### [Requirement]
In the entries below, how many lines hold the string "actions"? Give only the number.

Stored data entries
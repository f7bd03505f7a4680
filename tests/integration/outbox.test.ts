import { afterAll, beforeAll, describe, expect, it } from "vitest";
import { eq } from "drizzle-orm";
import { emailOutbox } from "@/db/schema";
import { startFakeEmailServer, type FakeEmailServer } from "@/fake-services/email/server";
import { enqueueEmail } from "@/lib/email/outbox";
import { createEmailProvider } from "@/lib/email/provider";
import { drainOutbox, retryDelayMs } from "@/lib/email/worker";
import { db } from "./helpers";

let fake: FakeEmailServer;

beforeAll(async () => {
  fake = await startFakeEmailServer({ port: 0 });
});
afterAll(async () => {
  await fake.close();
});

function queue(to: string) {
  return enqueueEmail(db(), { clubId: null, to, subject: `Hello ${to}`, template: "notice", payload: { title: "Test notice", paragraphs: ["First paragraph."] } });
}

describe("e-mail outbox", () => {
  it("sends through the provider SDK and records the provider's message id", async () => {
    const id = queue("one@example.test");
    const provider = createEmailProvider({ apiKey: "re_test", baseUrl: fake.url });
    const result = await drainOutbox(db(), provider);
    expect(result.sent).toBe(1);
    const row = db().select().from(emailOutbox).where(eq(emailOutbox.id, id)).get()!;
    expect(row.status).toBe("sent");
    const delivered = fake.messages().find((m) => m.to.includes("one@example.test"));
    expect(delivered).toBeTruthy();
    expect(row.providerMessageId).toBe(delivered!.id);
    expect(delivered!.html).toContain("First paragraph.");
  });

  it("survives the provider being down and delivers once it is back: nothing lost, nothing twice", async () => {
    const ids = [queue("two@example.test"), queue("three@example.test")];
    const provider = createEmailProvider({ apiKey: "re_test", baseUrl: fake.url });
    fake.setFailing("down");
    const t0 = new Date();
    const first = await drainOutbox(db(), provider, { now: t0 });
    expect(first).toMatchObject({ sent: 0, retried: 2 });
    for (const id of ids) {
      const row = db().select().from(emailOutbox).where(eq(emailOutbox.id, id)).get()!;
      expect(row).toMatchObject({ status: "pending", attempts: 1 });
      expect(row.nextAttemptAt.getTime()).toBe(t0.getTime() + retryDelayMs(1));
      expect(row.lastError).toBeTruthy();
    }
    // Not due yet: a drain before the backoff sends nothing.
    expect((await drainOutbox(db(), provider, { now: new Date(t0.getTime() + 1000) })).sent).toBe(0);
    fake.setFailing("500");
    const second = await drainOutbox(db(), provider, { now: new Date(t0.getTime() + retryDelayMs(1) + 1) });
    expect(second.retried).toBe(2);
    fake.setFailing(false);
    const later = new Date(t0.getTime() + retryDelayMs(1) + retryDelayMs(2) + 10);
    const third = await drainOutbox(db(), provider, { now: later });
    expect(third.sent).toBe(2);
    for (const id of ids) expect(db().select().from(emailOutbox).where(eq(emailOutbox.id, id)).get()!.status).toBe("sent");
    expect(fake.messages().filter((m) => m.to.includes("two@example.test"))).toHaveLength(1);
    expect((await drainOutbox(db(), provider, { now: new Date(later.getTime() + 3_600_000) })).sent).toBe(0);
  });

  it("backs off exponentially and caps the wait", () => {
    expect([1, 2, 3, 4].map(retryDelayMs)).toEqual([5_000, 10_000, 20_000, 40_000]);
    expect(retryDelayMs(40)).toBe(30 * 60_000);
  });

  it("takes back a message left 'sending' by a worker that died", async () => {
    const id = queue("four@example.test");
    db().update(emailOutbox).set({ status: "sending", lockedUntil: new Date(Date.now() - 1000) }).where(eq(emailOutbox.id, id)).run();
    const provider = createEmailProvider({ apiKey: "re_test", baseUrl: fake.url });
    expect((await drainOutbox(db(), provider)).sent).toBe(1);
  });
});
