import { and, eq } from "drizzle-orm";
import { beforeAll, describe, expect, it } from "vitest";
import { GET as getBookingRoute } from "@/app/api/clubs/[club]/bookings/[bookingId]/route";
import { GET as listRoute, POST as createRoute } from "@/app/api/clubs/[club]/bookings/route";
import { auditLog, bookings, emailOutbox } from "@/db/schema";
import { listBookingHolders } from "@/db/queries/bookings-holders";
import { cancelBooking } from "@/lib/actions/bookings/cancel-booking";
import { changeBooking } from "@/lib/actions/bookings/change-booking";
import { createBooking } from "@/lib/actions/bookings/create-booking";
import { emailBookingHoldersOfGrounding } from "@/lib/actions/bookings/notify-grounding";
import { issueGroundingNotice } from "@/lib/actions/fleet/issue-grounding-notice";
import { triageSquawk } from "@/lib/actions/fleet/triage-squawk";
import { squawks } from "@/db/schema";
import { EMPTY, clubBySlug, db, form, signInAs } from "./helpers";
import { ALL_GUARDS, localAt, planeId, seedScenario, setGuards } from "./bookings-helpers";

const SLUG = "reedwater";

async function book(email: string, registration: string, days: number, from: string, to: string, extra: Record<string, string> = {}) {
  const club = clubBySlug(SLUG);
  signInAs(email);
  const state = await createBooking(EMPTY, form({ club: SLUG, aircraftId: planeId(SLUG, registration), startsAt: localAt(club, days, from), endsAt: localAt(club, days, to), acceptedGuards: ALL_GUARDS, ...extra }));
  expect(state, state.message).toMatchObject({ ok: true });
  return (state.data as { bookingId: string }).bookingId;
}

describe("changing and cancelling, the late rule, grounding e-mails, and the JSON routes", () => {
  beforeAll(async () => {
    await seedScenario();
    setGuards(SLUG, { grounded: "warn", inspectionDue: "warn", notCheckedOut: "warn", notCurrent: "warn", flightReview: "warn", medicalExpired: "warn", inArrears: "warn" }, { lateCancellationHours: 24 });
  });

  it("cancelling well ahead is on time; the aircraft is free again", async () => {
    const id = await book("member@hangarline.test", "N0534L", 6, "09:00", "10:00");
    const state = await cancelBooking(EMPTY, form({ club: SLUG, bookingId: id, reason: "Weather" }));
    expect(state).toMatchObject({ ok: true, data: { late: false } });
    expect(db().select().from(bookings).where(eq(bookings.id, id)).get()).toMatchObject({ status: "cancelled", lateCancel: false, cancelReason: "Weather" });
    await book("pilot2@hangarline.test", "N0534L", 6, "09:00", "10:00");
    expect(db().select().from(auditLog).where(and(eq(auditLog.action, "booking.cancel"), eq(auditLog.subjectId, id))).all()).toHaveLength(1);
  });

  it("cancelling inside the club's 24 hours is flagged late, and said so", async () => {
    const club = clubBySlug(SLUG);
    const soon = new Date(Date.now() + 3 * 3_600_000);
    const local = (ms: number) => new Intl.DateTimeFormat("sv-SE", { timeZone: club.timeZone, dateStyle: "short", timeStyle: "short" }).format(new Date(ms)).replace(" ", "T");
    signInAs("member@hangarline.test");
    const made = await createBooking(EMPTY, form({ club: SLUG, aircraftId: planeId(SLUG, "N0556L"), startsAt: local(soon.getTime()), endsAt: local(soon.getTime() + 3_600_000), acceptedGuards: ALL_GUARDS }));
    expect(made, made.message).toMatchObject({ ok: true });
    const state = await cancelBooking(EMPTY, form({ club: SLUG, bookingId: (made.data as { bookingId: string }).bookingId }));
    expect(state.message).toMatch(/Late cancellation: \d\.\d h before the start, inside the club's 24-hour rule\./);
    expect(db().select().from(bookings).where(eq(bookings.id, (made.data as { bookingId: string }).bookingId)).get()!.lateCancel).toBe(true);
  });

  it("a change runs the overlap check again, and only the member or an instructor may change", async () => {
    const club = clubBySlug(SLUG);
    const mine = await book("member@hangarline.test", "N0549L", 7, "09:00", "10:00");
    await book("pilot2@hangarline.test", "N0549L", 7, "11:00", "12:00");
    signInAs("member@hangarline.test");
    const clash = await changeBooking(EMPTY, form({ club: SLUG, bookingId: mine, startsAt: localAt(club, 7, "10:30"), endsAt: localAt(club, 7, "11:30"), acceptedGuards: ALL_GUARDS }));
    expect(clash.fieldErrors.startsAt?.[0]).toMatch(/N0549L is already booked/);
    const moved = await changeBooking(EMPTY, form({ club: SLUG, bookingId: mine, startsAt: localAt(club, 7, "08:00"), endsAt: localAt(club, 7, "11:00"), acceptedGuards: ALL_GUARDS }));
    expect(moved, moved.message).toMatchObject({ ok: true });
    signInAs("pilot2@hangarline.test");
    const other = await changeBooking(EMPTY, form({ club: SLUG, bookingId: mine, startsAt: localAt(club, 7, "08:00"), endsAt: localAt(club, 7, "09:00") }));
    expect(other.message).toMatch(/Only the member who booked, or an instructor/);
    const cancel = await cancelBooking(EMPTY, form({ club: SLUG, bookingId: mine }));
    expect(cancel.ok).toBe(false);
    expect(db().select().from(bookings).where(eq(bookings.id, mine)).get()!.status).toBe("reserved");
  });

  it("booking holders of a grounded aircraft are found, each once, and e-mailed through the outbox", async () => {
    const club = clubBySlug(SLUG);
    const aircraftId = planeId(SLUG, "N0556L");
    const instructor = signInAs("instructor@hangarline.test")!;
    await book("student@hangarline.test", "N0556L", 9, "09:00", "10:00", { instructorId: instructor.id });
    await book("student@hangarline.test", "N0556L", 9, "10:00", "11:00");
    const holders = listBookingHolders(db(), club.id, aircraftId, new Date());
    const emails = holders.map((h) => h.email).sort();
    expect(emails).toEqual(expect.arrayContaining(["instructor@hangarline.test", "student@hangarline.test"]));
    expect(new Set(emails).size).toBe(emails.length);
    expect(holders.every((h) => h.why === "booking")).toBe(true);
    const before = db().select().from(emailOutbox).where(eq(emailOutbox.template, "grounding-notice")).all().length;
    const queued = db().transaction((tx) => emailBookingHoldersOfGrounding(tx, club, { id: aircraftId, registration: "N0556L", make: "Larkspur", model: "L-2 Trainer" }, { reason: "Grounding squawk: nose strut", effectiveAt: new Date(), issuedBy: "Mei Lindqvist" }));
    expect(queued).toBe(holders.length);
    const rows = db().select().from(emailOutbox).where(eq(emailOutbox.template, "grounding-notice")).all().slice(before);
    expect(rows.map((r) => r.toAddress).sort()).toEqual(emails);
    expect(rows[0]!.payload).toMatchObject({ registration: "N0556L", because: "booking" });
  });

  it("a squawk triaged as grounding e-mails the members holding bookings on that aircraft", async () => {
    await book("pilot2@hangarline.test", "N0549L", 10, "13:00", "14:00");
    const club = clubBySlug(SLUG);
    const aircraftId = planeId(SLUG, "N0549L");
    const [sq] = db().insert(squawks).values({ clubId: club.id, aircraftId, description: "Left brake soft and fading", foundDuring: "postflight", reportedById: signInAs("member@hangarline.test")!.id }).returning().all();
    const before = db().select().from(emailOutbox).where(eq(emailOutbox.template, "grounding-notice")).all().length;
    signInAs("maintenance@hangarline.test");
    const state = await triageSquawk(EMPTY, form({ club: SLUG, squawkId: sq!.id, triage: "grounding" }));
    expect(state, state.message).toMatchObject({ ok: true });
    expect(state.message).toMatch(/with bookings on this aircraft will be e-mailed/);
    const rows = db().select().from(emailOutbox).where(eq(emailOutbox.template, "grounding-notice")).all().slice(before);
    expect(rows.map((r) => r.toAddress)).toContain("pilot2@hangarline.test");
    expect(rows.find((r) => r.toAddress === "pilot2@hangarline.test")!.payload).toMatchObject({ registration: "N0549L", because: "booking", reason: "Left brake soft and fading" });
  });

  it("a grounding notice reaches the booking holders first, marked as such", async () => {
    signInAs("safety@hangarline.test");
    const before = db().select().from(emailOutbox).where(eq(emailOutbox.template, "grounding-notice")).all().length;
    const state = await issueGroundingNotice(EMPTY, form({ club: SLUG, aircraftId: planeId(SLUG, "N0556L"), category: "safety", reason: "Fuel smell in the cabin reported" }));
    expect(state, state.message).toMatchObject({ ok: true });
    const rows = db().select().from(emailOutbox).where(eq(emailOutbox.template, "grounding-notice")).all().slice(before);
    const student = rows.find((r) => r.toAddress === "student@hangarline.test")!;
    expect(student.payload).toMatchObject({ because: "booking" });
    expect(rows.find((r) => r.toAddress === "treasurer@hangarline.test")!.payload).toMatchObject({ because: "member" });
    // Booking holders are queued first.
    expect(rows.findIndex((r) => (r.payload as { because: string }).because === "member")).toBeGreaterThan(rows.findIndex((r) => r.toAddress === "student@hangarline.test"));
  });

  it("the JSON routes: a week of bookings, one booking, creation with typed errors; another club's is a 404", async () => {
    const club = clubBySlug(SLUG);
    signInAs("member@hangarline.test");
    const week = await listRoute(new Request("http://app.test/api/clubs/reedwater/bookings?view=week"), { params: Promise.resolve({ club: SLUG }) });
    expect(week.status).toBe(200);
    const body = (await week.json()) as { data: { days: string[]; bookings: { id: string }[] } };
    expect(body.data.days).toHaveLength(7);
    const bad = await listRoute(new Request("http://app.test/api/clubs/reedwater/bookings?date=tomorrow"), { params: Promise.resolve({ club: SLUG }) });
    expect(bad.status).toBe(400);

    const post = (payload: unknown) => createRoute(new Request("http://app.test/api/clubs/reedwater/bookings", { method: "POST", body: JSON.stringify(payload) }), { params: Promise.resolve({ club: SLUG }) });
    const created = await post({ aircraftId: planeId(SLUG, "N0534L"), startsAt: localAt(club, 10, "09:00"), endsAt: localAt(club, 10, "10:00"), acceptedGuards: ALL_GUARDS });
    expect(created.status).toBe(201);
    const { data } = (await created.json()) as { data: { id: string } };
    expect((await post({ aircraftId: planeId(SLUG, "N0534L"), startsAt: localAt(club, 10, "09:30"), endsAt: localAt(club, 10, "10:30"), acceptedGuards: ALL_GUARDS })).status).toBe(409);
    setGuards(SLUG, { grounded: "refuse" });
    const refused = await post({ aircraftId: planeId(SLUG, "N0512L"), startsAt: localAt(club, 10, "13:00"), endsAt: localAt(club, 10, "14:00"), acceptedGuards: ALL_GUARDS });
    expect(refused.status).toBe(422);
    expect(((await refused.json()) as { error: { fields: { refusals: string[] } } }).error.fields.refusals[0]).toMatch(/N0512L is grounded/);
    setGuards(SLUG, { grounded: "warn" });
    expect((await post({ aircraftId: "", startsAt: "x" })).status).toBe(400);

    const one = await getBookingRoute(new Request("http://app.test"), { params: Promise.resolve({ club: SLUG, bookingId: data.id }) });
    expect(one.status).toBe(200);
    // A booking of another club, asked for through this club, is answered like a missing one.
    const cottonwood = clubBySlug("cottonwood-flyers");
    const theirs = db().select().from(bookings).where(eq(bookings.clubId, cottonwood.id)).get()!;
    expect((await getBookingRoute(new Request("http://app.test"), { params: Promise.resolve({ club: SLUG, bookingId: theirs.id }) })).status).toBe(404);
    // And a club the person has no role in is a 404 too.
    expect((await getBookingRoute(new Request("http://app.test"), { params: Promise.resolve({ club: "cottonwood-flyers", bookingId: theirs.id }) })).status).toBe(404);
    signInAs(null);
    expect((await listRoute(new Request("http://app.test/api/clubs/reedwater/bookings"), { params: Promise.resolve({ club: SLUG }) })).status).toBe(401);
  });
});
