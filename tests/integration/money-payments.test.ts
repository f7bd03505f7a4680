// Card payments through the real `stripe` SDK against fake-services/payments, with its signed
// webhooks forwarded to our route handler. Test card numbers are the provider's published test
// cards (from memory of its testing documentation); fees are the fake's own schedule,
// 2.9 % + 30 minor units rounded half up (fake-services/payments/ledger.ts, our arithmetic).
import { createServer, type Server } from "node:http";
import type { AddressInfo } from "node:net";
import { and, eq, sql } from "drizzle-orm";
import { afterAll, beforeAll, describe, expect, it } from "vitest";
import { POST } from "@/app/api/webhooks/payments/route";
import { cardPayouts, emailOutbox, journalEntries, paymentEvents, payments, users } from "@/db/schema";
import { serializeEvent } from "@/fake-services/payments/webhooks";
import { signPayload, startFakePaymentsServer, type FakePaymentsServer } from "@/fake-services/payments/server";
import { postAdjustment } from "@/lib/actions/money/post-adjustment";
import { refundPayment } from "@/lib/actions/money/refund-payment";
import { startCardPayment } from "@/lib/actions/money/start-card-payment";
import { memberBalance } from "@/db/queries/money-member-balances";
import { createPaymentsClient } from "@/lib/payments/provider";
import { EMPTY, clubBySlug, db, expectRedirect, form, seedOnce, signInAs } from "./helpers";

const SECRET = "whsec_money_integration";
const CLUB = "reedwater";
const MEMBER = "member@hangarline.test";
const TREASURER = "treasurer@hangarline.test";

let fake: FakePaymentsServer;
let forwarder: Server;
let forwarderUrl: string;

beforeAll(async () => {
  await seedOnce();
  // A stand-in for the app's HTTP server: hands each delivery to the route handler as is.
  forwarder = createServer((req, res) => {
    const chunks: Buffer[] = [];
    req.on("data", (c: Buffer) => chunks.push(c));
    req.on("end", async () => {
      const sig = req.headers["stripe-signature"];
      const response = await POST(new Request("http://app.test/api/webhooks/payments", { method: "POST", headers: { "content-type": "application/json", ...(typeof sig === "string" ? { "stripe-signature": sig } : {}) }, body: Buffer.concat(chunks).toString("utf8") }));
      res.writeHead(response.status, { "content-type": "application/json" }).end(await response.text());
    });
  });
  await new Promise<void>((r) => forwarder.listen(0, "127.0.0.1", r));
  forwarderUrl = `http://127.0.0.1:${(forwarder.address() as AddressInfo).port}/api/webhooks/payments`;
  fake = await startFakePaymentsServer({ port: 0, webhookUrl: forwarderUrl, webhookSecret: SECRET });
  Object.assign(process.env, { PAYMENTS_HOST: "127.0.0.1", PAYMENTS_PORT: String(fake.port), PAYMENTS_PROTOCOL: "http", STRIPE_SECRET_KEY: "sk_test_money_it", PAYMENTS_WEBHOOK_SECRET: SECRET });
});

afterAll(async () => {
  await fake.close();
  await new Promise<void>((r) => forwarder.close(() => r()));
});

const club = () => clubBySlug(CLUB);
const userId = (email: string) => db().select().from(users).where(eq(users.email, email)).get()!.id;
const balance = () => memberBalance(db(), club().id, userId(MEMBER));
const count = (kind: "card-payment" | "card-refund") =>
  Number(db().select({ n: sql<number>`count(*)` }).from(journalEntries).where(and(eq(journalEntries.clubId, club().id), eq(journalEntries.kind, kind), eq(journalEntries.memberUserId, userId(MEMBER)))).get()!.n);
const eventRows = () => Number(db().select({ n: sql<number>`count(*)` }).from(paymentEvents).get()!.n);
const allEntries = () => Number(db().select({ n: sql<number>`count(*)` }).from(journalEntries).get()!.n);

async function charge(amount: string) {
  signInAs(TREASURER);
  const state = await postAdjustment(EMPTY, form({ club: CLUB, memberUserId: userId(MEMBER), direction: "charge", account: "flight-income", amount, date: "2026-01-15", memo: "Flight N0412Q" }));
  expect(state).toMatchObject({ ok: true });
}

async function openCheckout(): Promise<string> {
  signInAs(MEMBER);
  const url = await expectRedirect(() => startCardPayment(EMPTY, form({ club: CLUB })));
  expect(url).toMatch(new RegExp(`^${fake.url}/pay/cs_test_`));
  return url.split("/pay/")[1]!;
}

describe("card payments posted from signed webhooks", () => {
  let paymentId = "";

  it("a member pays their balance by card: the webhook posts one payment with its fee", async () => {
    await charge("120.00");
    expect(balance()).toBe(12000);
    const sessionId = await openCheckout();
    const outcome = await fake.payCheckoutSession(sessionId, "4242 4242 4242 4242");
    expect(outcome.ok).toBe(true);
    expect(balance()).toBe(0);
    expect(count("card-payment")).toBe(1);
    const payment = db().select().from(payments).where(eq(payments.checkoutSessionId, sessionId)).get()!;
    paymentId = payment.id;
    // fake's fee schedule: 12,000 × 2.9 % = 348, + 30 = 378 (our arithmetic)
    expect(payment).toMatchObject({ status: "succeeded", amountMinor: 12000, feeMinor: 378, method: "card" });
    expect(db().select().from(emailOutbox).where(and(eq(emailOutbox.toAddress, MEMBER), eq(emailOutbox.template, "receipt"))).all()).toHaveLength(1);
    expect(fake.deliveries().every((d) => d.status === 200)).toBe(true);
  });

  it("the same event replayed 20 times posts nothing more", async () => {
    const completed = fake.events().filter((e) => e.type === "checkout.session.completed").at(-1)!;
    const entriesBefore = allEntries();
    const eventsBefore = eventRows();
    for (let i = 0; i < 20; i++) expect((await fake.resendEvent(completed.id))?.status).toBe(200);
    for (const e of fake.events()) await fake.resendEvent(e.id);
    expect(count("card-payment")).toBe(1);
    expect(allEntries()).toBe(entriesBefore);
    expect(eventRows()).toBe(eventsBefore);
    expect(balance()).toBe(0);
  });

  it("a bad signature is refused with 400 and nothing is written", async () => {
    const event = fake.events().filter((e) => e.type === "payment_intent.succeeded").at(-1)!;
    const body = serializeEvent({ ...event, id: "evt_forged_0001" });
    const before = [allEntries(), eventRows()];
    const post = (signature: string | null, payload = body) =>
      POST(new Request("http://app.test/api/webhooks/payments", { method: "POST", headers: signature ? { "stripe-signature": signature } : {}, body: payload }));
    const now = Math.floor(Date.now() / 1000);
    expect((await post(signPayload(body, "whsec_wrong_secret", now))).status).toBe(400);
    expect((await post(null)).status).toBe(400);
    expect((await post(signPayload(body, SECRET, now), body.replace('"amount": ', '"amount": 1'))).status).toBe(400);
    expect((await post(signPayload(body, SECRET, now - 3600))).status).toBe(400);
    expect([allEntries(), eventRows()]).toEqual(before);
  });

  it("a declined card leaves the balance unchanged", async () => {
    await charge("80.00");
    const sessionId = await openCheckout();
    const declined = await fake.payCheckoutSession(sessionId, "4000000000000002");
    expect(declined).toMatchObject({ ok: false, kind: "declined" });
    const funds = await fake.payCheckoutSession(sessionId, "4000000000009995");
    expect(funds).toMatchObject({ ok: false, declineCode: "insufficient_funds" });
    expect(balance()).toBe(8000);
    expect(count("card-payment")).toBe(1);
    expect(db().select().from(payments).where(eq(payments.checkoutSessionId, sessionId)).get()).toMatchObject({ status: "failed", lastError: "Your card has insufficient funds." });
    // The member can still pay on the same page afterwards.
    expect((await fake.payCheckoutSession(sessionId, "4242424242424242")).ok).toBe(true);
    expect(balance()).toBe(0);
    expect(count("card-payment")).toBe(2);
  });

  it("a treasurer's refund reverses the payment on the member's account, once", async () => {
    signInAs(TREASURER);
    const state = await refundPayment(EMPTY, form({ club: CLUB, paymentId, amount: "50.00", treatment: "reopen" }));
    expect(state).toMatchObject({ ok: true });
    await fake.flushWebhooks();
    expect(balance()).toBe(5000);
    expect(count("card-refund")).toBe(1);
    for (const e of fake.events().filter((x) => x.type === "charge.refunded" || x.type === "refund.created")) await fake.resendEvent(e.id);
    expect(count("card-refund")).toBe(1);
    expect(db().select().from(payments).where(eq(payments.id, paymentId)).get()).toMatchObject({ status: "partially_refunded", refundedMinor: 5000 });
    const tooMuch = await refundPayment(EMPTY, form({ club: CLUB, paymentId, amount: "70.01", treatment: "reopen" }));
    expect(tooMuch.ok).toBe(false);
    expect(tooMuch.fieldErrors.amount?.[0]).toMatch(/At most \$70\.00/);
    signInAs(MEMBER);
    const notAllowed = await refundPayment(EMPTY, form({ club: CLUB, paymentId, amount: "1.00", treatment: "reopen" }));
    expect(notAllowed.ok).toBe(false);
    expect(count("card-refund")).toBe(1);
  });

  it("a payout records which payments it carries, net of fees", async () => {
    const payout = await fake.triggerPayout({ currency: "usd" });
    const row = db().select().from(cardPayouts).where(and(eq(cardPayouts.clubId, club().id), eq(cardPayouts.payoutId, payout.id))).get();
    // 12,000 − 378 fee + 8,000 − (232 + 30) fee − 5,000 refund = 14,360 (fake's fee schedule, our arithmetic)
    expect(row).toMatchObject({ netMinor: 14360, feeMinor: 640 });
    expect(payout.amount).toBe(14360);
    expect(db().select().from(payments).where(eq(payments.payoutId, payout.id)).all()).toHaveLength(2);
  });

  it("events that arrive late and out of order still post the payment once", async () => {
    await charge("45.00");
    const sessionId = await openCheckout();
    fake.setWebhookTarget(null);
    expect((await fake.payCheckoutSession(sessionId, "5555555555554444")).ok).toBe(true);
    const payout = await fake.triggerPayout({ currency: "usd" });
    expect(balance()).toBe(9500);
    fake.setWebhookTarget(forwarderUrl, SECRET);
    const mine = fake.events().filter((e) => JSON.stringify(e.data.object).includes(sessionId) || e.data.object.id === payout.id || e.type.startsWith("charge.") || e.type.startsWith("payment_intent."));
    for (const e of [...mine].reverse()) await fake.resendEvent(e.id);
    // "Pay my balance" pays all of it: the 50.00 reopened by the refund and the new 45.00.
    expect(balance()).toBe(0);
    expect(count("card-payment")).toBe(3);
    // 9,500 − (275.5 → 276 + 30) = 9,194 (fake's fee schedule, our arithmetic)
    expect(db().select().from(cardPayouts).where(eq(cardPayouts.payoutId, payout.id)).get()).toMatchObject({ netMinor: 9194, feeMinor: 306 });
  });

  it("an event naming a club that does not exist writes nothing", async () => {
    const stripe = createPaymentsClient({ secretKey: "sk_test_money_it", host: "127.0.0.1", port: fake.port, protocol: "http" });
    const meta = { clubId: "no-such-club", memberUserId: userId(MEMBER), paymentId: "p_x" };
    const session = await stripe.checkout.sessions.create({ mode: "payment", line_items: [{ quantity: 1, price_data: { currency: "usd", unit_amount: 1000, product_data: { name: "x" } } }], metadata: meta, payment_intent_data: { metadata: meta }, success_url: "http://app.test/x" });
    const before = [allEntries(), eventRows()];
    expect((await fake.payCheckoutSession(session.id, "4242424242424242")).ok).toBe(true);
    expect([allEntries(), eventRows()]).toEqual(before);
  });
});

### [Expected output]
9